3 Comments | This entry was posted on May 27 2010

Darren Goode reports on Government Executive.com that House Transportation and Infrastructure Committee Chairman Rep. James Oberstar, D-Minn., predicted last  Wednesday that a multiyear FAA authorization bill will be signed into law by July 4.

Quoting Rep. Oberstar “I think we’ve made enough progress and we ought to be able to get it done by then,” he said. “We are working toward that goal. We’ll get there, we’ll do it.”

For the complete article:

http://www.govexec.com/dailyfed/0510/052010cdam2.htm

In its present form all of the associations that represent the various general aviation constituencies, including NBAA and NATA are for the authorization bill.

There is a provision in the bill on the house side that makes it easier for FedEx workers to Unionize. Obviously FedEx management opposes this provision and has fought it all along the way. It was taken out of the Senate version thanks to the help of our Tennessee Senators.

I have said this before, and will say it again. I do not understand why the provision dealing with FedEx has to be in a bill that funds the FAA and should be dealing with the entire aviation system.
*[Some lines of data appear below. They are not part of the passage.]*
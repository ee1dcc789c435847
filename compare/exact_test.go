package compare

import (
	"math"
	"math/big"
	"math/rand/v2"
	"strconv"
	"testing"

	"tandem/compare/table"
)

// The magnitude and cancellation cases of the verdict issue, each checked
// against an independent computation in exact or extended precision:
// math/big.Float at 256 bits, from the decimal strings a user writes (the
// "true" pull) and from the float64 values tandem actually reads (which
// isolates tandem's own rounding). big.Float.Sqrt is correctly rounded.

const prec = 256

func bf(s string) *big.Float {
	f, _, err := big.ParseFloat(s, 10, prec, big.ToNearestEven)
	if err != nil {
		panic(err)
	}
	return f
}

func bf64(x float64) *big.Float { return new(big.Float).SetPrec(prec).SetFloat64(x) }

func sub(x, y *big.Float) *big.Float { return new(big.Float).SetPrec(prec).Sub(x, y) }
func mul(x, y *big.Float) *big.Float { return new(big.Float).SetPrec(prec).Mul(x, y) }
func add(x, y *big.Float) *big.Float { return new(big.Float).SetPrec(prec).Add(x, y) }
func quo(x, y *big.Float) *big.Float { return new(big.Float).SetPrec(prec).Quo(x, y) }
func sqrtB(x *big.Float) *big.Float  { return new(big.Float).SetPrec(prec).Sqrt(x) }

// exactPull is d / σ_d with σ_d² = Σ_k σa_k² + σb_k² - 2ρ_k σa_k σb_k
// (textbook form, exact arithmetic), or the subset rule |Σσa² - Σσb²|.
func exactPull(a, b *big.Float, sa, sb []*big.Float, rho []*big.Float, subset bool) float64 {
	v := new(big.Float).SetPrec(prec)
	if subset {
		qa, qb := new(big.Float).SetPrec(prec), new(big.Float).SetPrec(prec)
		for k := range sa {
			qa, qb = add(qa, mul(sa[k], sa[k])), add(qb, mul(sb[k], sb[k]))
		}
		v = sub(qa, qb)
		v.Abs(v)
	} else {
		for k := range sa {
			t := add(mul(sa[k], sa[k]), mul(sb[k], sb[k]))
			t = sub(t, mul(mul(bf("2"), rho[k]), mul(sa[k], sb[k])))
			v = add(v, t)
		}
	}
	p, _ := quo(sub(a, b), sqrtB(v)).Float64()
	return p
}

// oneBin makes a one-bin table with the given columns (decimal strings).
func oneBin(src string, cols map[string]string) *table.Table {
	t := &table.Table{Source: src, Lo: []float64{0}, Hi: []float64{1}}
	for _, n := range []string{"y", "stat", "syst", "lumi", "rho"} {
		if v, ok := cols[n]; ok {
			x, err := strconv.ParseFloat(v, 64)
			if err != nil {
				panic(err)
			}
			t.Names, t.Cols = append(t.Names, n), append(t.Cols, []float64{x})
		}
	}
	return t
}

func TestMagnitudeAndCancellation(t *testing.T) {
	type side struct{ y, stat, syst string }
	for _, c := range []struct {
		name   string
		a, b   side
		rho    [2]string // stat, syst
		subset bool
		want   float64 // the true pull, worked by hand, as a cross-check
	}{
		{"tiny values and errors", side{"9e-200", "1e-200", ""}, side{"1e-200", "1e-200", ""}, [2]string{"0", "0"}, false, 8 / math.Sqrt2},
		{"huge values and errors", side{"9e200", "1e200", ""}, side{"1e200", "1e200", ""}, [2]string{"0", "0"}, false, 8 / math.Sqrt2},
		{"huge errors, tiny second source", side{"3e300", "1e300", "1e-300"}, side{"0", "1e300", "1e-300"}, [2]string{"0", "0"}, false, 3 / math.Sqrt2},
		{"rho 1, nearly equal errors", side{"1.0", "0.1", ""}, side{"1.00000001", "0.100000001", ""}, [2]string{"1", "0"}, false, -10},
		{"rho 1 and 0.999, nearly equal errors", side{"1.0", "0.1", "0.05"}, side{"1.00000001", "0.100000001", "0.05"}, [2]string{"1", "0.999"}, false, math.NaN()},
		{"subset, close errors", side{"10.0", "1.0000001", ""}, side{"10.001", "1.0", ""}, [2]string{"0", "0"}, true, -1e-3 / math.Sqrt(2.0000001e-7)},
		{"subset, tiny errors", side{"2e-250", "3e-250", ""}, side{"0", "1e-250", ""}, [2]string{"0", "0"}, true, 2 / math.Sqrt(8)},
	} {
		t.Run(c.name, func(t *testing.T) {
			cols := func(s side) map[string]string {
				m := map[string]string{"y": s.y, "stat": s.stat}
				if s.syst != "" {
					m["syst"] = s.syst
				}
				return m
			}
			ta, tb := oneBin("a.csv", cols(c.a)), oneBin("b.csv", cols(c.b))
			sel := Selection{Value: "y", Errors: []string{"stat"}}
			if c.a.syst != "" {
				sel.Errors = append(sel.Errors, "syst")
			}
			opt := Defaults()
			opt.Subset = c.subset
			if !c.subset {
				opt.Correlations = map[string]Rho{}
				for k, n := range sel.Errors {
					r, _ := ParseRho(c.rho[k])
					opt.Correlations[n] = r
				}
			}
			rs, err := Columns(ta, tb, []Selection{sel}, opt)
			if err != nil {
				t.Fatal(err)
			}
			got := rs[0].Pulls[0]
			// The campaign's entry point (Tables) gives the same pull.
			rt, err := Tables(ta, tb, []Selection{sel}, opt.EdgeTol, opt)
			if err != nil {
				t.Fatal(err)
			}
			if p := rt[0].Pulls[0]; p != got || rt[0].NDF != rs[0].NDF {
				t.Errorf("Tables: pull %v ndf %d, Columns: pull %v ndf %d", p, rt[0].NDF, got, rs[0].NDF)
			}
			// from the decimal strings: the pull a user means
			var sa, sb, rho, sa64, sb64, rho64 []*big.Float
			for k, n := range sel.Errors {
				va, vb := c.a.stat, c.b.stat
				if n == "syst" {
					va, vb = c.a.syst, c.b.syst
				}
				sa, sb, rho = append(sa, bf(va)), append(sb, bf(vb)), append(rho, bf(c.rho[k]))
				fa, _ := strconv.ParseFloat(va, 64)
				fb, _ := strconv.ParseFloat(vb, 64)
				fr, _ := strconv.ParseFloat(c.rho[k], 64)
				sa64, sb64, rho64 = append(sa64, bf64(fa)), append(sb64, bf64(fb)), append(rho64, bf64(fr))
			}
			truth := exactPull(bf(c.a.y), bf(c.b.y), sa, sb, rho, c.subset)
			ya, _ := strconv.ParseFloat(c.a.y, 64)
			yb, _ := strconv.ParseFloat(c.b.y, 64)
			exact64 := exactPull(bf64(ya), bf64(yb), sa64, sb64, rho64, c.subset)
			if !math.IsNaN(c.want) && !near(truth, c.want, 1e-9) {
				t.Fatalf("test case wrong: exact pull %v, hand-worked %v", truth, c.want)
			}
			// float64 inputs already carry 1e-16 relative error, which the
			// cancellations amplify by up to 1e8: the user's pull to 1e-6,
			// the pull of the float64 inputs to 1e-12.
			if !near(got, truth, 1e-6) {
				t.Errorf("pull %v, exact %v (from the decimal inputs)", got, truth)
			}
			if !near(got, exact64, 1e-12) {
				t.Errorf("pull %v, exact %v (from the float64 inputs)", got, exact64)
			}
			if rs[0].NDF != 1 || !rs[0].Pass && math.Abs(got) < 3 {
				t.Errorf("ndf %d, pass %v: %v", rs[0].NDF, rs[0].Pass, rs[0].Failures())
			}
		})
	}
}

// TestSharedSystematicCancels: a large systematic that both chains take from
// the same source (ρ = 1, equal sizes) cancels in a - b: the pulls equal
// d / σ_uncorrelated, worked out independently in big.Float.
func TestSharedSystematicCancels(t *testing.T) {
	rng := rand.New(rand.NewPCG(11, 11))
	const n = 50
	mk := func(src string) *table.Table {
		return &table.Table{Source: src, Lo: make([]float64, n), Hi: make([]float64, n), Names: []string{"y", "stat", "lumi", "rho"},
			Cols: [][]float64{make([]float64, n), make([]float64, n), make([]float64, n), make([]float64, n)}}
	}
	a, b := mk("a"), mk("b")
	for i := 0; i < n; i++ {
		a.Lo[i], a.Hi[i], b.Lo[i], b.Hi[i] = float64(i), float64(i+1), float64(i), float64(i+1)
		truth := 1000 + 10*float64(i)
		lumi := 0.05 * truth // 5 % luminosity, 20× the statistical error
		a.Cols[1][i], b.Cols[1][i] = math.Sqrt(truth)*0.1, math.Sqrt(truth)*0.12
		a.Cols[2][i], b.Cols[2][i] = lumi, lumi
		a.Cols[0][i] = truth + a.Cols[1][i]*rng.NormFloat64()
		b.Cols[0][i] = truth + b.Cols[1][i]*rng.NormFloat64()
		a.Cols[3][i] = 0.9 * rng.Float64() // a per-bin correlation of stat
	}
	sel := Selection{Value: "y", Errors: []string{"stat", "lumi"}}
	for _, perBin := range []bool{false, true} {
		opt := Defaults()
		opt.Correlations = map[string]Rho{"lumi": Number(1), "stat": Number(0)}
		if perBin {
			opt.Correlations["stat"] = Rho{Column: "rho", Set: true}
		}
		rs, err := Columns(a, b, []Selection{sel}, opt)
		if err != nil {
			t.Fatal(err)
		}
		r := rs[0]
		for i := 0; i < n; i++ {
			rho := "0"
			if perBin {
				rho = strconv.FormatFloat(a.Cols[3][i], 'g', -1, 64)
			}
			want := exactPull(bf64(a.Cols[0][i]), bf64(b.Cols[0][i]), []*big.Float{bf64(a.Cols[1][i])}, []*big.Float{bf64(b.Cols[1][i])}, []*big.Float{bf(rho)}, false)
			if !near(r.Pulls[i], want, 1e-12) {
				t.Errorf("perBin=%v bin %d: pull %v, want d/σ_stat = %v", perBin, i, r.Pulls[i], want)
			}
		}
		if len(r.Sources) != 2 || r.Sources[1].Name != "lumi" || r.Sources[1].Share > 1e-12 || !near(r.Sources[0].Share, 1, 1e-12) {
			t.Errorf("sources %+v: the shared lumi must have no share of σ_d", r.Sources)
		}
		if perBin && r.Sources[0].PerBin != "column rho" {
			t.Errorf("per-bin source %+v", r.Sources[0])
		}
		for _, w := range r.Warnings {
			if len(w) > 11 && w[:11] == "correlation" {
				t.Errorf("declared correlations, yet warned: %s", w)
			}
		}
	}
}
It seems to me that lawmakers like loading up these bills with provisions that take care of their key constituencies, which in this case for House Dems would be the Unions. There doesn’t seem to be any rational correlation between funding the FAA and FedEx unionizing?  

OK, Back to the FAA Bill:

It will be good for the FAA to finally have a funding authorization that is more than 3 months or a year. They have been on the short string for three years now. Hopefully the FAA can take this and do something positive with the NextGen Air Traffic Control System.

On the GA side, we will pay more fuel taxes but most people think that is not a bad price to pay in return for no user fees. I tend to agree. Once a new type of tax sneaks in it never seems to go away and the old tax never goes away either. At least we in the FBO and charter business understand how to collect and pay the fuel tax. It is an efficient way of funding our aviation infrastructure system. User fees in other countries around the world have proven to be a nightmare for operators to handle from an administrative and accounting standpoint.

We should expect some inefficiency in how the money is spent, because after all it is big government and there is no disincentive for inefficient spending. Hopefully if the FAA throws enough money at it we will eventually get a NextGen system that can effectively increase the flow of traffic through our airways and make the system more time efficient and save fuel.